Quick start: Create a new project

The first step in performing a QRA with RISKCURVES is creating a project.

Start RISKCURVES (see “Installing the software and starting RISKCURVES”) and choose File | “New” from the main menu or press the “New project” toolbar button. The user is asked for a project name, and an empty project tree will be created.

To create and run a QRA calculation, the following steps need to be taken:

1.Add a background map 2.Verify Calculation settings 3.Define meteorological conditions 4.Define population distribution

5.Define Stationary or Transport equipment locations 6.Add Scenarios to equipment location

7.Entering consequence model set data 8.Performing the risk calculation

9.Evaluate results of the calculation

10.Optionally, define Cumulation sets , to make a subset of scenarios

11.Optionally, define Comparison sets , to compare different calculations or cumulations 12.Optionally, define Analysis points, to compare risk at specific locations

2.3.1 1 Add a background map

The use of a topographic background maps is very useful and highly recommended. Got to the background node and select < Right mouse> < Add background>. A new (Red) node will be created. Select the node and use the browse button in the input panel to select a background file. Currently supported formats are: JPG, PNG, BMP, TIF and TIF as pixel oriented files, and DXF and SHP as vector formats.

Note that pixel formats require the use of a ESRI worldfile to be able to determine scale and location of the image, whereas the vector formats SHP and DWG already include scale and position information.

RISKCURVES supports the use of multiple backgrounds, so a background can be composed of adjacent or overlapping images.

2.3.2 2 Verify calculation settings

Without any additional user input, RISKCURVES will perform calculation with default settings for “Accuracy” “Vulnerability” and “Environment” parameters.

The “Environment” block is most likely to be modified since it describes typical environmental conditions applicable for the region were the QRA is to be performed: parameters like ambient temperature, water temperature, humidity, surface roughness, solar radiation flux, latitude and cloud cover are country and even location dependent.

The values that are entered here will be "pushed" into each modelset that will perform a consequence calculation.

One can define or alter default environment to be used when creating a new project by using menu “Edit” “Options” “Default environment”.

2.3.3 3 Define meteorological conditions

The probability of a risk occurring at a specific location is highly influenced by the probability of the wind blowing from the accident location towards that location. In order to take this into account, a meteorological definition has to be supplied. Meteo data consists of the definition of typical Pasquill stability class with a wind speed (e.g.

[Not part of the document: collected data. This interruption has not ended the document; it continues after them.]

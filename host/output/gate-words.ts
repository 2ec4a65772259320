// Words for the gate offset: a side only when the run shows it, else its size and how to find the side.
import type { GateSide } from '../analysis/warning.ts';
import { plusMinus } from './value-u.ts';

/** Below this (m), or within two standard uncertainties, the gate counts as centred: common practice, no source. */
const CENTRED_M = 0.0002;

/** What to do about the gate: "centred", a move toward or away from the release side, or the procedure that finds the side. */
export function gateAdvice(offset_m: number | null, u_m: number | null, side: GateSide): string {
  if (offset_m === null || !Number.isFinite(offset_m)) return 'not known yet';
  if (Math.abs(offset_m) <= Math.max(2 * (u_m ?? 0), CENTRED_M)) return 'centred';
  const mm = (Math.abs(offset_m) * 1000).toFixed(1);
  if (side === 'release') return `move it ${mm} mm ${offset_m > 0 ? 'away from' : 'toward'} the release side`;
  return 'side not known (the recording began mid-swing): move the gate 1 mm either way and re-run; the offset falls when the move was the right way';
}

/** The same advice in a few words, for a panel: a side only when known. */
export function gateNote(offset_m: number | null, u_m: number | null, side: GateSide): string {
  const a = gateAdvice(offset_m, u_m, side);
  return side === 'release' || a === 'centred' || a === 'not known yet' ? a.replace('move it ', 'move ') : 'side unknown: move 1 mm, re-run';
}

/** The offset as a figure: signed toward the release side when known, else its size alone (mm, value ± u). */
export function gateFigure(offset_m: number | null, u_m: number | null, side: GateSide): string {
  if (offset_m === null || !Number.isFinite(offset_m)) return '—';
  const u = u_m !== null ? u_m * 1000 : null;
  if (side === 'release') return `${plusMinus(offset_m * 1000, u, ' mm')} (+ toward the release side)`;
  return `${plusMinus(Math.abs(offset_m) * 1000, u, ' mm')} (side not known: the recording began mid-swing)`;
}
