// The one table that turns the notes of budget rows and correction lines (host/analysis/budget-note.ts) into
// words: for the terminal summary, combine's summary, the reports, and the `note`/`why` strings of analyze --json
// and combine --json (same keys as before, now worded here). Rounding: a value with its uncertainty by the one ±
// rule (plusMinus, host/output/value-u.ts: u to two significant digits, the value at u's place); an uncertainty
// alone to two significant digits (uAlone); a value without one to three significant digits (powers of ten below
// 0.01); temperatures to the sensor's 0.01 K.
import type { BudgetNote, BudgetNoteKind } from '../analysis/budget-note.ts';
import type { BudgetLine, CorrectionId, CorrectionLine } from '../analysis/result.ts';
import { plusMinus, significant, uAlone } from './value-u.ts';

type Words = { readonly [K in BudgetNoteKind]: (n: Extract<BudgetNote, { kind: K }>) => string };

/** A value shown without an uncertainty: three significant digits, in powers of ten below 0.01 (ratios, Q, noise). */
export function three(x: number): string {
  const r = Number.isFinite(x) ? Number(x.toPrecision(3)) : x; // 4685 → 4690: significant() keeps whole digits
  return r !== 0 && Math.abs(r) < 0.01 ? r.toExponential(2) : significant(r, 3);
}

const us = (s: number): string => `${three(s * 1e6)} µs`;
const uUs = (s: number): string => uAlone(s * 1e6, ' µs');
const uPpm = (rel: number): string => uAlone(rel * 1e6, ' ppm');
const celsius = (c: number): string => `${c.toFixed(2)} °C`;

const NOT_APPLIED: { readonly [K in CorrectionId]: string } = {
  'finite-bob': 'the rig gives no bob_diameter_m',
  'string-mass': 'needs bob_mass_kg and string_mass_kg',
  air: 'no bob_density_kg_m3 (size shown for a steel bob; counted in the budget)',
  damping: 'Q unknown',
};

const WORDS: Words = {
  'bob-radius': (n) => `r = ${three(n.m * 1000)} mm`,
  'string-to-bob-mass': (n) => `m_s/M = ${three(n.ratio)}`,
  'air-to-bob-density': (n) => `ρ_air/ρ_bob = ${three(n.ratio)}`,
  'q-measured': (n) => `Q = ${three(n.q)} measured`,
  'not-applied': (n) => `not applied: ${NOT_APPLIED[n.correction]}`,
  length: (n) => `${n.symbol} = ${plusMinus(n.m, n.u_m, ' m')}`,
  'flag-width': (n) => `w = ${plusMinus(n.m * 1000, n.u_m * 1000, ' mm')}`,
  't0-line': (n) => `line through ${n.passes} reduced pass times; white ${us(n.white_s)}, walk ${us(n.walk_s)} per pass`,
  periods: (n) => `${n.count} periods`,
  'clock-rate': (n) => plusMinus(n.ppm, n.u_ppm, ' ppm'),
  'delay-difference': (n) =>
    n.source === 'run'
      ? `fitted from the run: ${plusMinus(n.s * 1e6, n.u_s * 1e6, ' µs')}`
      : `assumed ${plusMinus(n.s * 1e6, n.u_s * 1e6, ' µs')} (common practice, no source)`,
  'temperature-coefficient': (n) => `α = ${plusMinus(n.per_K * 1e6, n.u_per_K * 1e6, ' ppm/K')} to ${celsius(n.reference_C)}`,
  'length-carried': (n) => `measured at ${celsius(n.measured_C)}, carried ${(n.reference_C - n.measured_C).toFixed(2)} K`,
  'centre-of-mass': (n) => `h1 − h2 = ${plusMinus(n.m, n.u_m, ' m')}; T1 − T2 = ${us(n.period_difference_s)}`,
  period: (n) => `${n.symbol} = ${plusMinus(n.s, n.u_s, ' s')}`,
  'both-pivots': (n) => `${uUs(n.pivot1_u_s)} and ${uUs(n.pivot2_u_s)}, taken together`,
  'each-pivot': (n) => `${uUs(n.pivot1_u_s)} and ${uUs(n.pivot2_u_s)}, independent`,
  'pivot-clocks': (n) => `${uUs(n.pivot1_u_s)} and ${uUs(n.pivot2_u_s)}${n.common_u_rel > 0 ? `; common ${uPpm(n.common_u_rel)}` : ''}`,
  'common-clock': (n) => `common ${uPpm(n.u_rel)}`,
  'buoyancy-difference': (n) => `ρ_air·V/M = ${three(n.ratio)}, moves g by ${three(n.g_rel)}`,
  'scale-reading': (n) => `each reading ± ${uAlone(n.u_m * 1e6, ' µm')} (length_step_u_m/√2)`,
  lengths: (n) => `${n.count} lengths`,
  'correction-fraction': (n) => `${significant(n.fraction * 100, 2)} % of each, taken together`,
};

/** The words of one note. */
export function noteText(n: BudgetNote): string {
  return (WORDS[n.kind] as (x: BudgetNote) => string)(n);
}

/** A budget row as the --json outputs write it: its `note` worded (the key and its place unchanged). */
export type BudgetLineJson = Omit<BudgetLine, 'note'> & { readonly note?: string };

export function budgetLineJson(b: BudgetLine): BudgetLineJson {
  const { note, ...rest } = b;
  return note ? { ...rest, note: noteText(note) } : rest;
}

/** A correction line as analyze --json writes it: its `why` worded. */
export function correctionJson(c: CorrectionLine): Omit<CorrectionLine, 'why'> & { readonly why: string } {
  return { ...c, why: noteText(c.why) };
}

D5 or F2), the probability of that class occurring, and the probability for the wind-directions for that class and is applicable for the region where the scenario’s are to be defined. This data is usually supplied by meteorological station at airports etc. and can be predefined for met-stations at your country.

A new meteo-station definition can be added under menu “Edit”, “Option” “default meteo distribution” and the browse button:

All definitions that are provided in “Options” can be selected in the combobox in the input panel of the Meteo data node:

Once a meteo station location has been entered, the red label will turn to black, illustrating that acceptable input has been provided.

Note that the provided (Dutch) meteo station definitions all contain 6 weather classes, but it is also possible to use only two any other number of different Pasquill classes. Using only two classes imply that calculation time will be reduced since the consequence models need to perform two calculations.

The spatial distribution of occurance of specific wind directions can be visualised in a windrose view

2.3.4 4 Define population distribution

This step is only required if a user wants to calculate societal risk, which includes risk of actual exposed population. Population always distinguishes separate population during day and population at night definitions.

To add population, select the <Total population> node and use < Right mouse> <Import Population> or < Add Population Polygon>.

Note that as of version 9, it is possible to combine multiple grids or polygons; the resulting end population will be created on the base of ALL grids an polygons defined in the yotal population node, using the defined population grid cell size.

Population import Wizard

A population grid can be imported from an ASCII based grid, ESRI grid format (provided by local authorities) or the previous RISKCURVES Vs 7 .POP file.

Apart from grid based input files, population can be also created from polygons loaded a shape file.

To import an external grid, select the "import population" from the popup menu at a population node.

Follow the suggestions by either selecting a Population Grid (cell based distribution) or select Population Polygons, which are separate area definitions that can be edited separately after importing. When using highly detailed shape files, containing real "building"

descriptions, it is advised to translate this into a grid (because of the huge number of shapes these files can contain), when using "region based" shapes, it can be useful to import these as separate polygons.

For grids, the type of file to import needs to be defined: it can be an ESRI grid , ASCII / CSV table, RISKCURVES Vs 7 POP file or created from a Shape file.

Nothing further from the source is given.